* _Problem statement_
Go through the entries one line at a time, and gather every line that has the word "flags".

* _Supplied records_
--
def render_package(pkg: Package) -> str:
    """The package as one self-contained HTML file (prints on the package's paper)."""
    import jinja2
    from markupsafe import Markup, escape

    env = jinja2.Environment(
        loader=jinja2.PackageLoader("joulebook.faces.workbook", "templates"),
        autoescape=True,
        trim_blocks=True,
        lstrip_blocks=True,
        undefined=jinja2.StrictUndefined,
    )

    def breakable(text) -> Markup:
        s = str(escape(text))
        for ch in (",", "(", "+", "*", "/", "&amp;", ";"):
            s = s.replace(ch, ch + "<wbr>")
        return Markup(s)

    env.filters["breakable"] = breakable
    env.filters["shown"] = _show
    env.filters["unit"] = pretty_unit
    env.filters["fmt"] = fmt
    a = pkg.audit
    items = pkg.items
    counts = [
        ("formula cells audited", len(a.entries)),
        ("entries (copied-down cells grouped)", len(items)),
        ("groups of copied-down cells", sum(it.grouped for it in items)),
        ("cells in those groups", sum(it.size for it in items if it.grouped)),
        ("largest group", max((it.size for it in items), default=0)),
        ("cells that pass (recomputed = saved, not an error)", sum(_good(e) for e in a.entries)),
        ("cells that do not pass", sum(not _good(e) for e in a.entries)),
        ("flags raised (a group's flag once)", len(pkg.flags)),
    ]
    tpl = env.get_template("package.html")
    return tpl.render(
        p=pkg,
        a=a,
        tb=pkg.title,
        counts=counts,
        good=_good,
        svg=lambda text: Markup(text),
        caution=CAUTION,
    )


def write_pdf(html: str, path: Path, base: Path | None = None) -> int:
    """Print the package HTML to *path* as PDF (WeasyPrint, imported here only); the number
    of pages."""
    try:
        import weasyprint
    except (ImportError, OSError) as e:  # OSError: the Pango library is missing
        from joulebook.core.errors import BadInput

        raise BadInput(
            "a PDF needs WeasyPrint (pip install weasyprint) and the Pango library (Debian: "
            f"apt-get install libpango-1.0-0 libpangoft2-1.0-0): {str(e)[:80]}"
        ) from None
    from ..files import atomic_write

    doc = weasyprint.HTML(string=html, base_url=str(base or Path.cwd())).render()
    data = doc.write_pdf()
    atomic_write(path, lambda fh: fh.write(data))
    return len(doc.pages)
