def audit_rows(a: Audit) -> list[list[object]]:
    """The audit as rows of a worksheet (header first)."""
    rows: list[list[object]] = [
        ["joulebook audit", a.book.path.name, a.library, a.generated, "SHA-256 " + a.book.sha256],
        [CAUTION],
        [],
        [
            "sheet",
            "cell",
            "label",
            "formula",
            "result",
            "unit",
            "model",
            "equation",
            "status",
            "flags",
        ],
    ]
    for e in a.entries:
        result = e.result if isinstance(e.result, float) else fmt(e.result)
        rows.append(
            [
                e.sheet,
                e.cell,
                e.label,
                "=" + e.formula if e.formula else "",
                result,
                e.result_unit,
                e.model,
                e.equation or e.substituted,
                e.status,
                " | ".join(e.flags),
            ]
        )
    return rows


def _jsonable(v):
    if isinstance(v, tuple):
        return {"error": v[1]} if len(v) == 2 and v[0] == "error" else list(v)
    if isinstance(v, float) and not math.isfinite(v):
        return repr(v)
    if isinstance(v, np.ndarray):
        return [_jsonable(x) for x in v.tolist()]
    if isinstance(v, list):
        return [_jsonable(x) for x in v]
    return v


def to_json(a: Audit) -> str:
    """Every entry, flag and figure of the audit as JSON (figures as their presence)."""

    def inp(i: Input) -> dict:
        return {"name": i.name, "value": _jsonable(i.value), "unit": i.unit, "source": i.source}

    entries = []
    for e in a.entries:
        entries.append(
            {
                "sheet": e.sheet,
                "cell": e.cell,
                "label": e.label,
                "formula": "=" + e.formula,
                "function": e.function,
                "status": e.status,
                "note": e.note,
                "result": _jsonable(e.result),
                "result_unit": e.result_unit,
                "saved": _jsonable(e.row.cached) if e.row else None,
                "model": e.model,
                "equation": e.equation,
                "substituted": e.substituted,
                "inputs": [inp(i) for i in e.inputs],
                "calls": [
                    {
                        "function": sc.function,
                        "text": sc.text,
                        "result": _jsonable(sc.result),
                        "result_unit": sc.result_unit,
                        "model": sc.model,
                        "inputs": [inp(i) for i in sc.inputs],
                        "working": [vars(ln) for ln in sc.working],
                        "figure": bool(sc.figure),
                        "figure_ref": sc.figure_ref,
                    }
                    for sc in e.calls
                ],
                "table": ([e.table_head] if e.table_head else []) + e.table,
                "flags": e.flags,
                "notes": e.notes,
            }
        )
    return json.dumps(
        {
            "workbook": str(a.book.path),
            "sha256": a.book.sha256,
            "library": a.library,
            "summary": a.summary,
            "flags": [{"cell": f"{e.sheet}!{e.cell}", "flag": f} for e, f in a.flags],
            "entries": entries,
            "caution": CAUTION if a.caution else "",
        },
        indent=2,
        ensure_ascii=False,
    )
--
* _Exercise solution_
        ("flags raised (a group's flag once)", len(pkg.flags)),
            "flags",
                " | ".join(e.flags),
                "flags": e.flags,
            "flags": [{"cell": f"{e.sheet}!{e.cell}", "flag": f} for e, f in a.flags],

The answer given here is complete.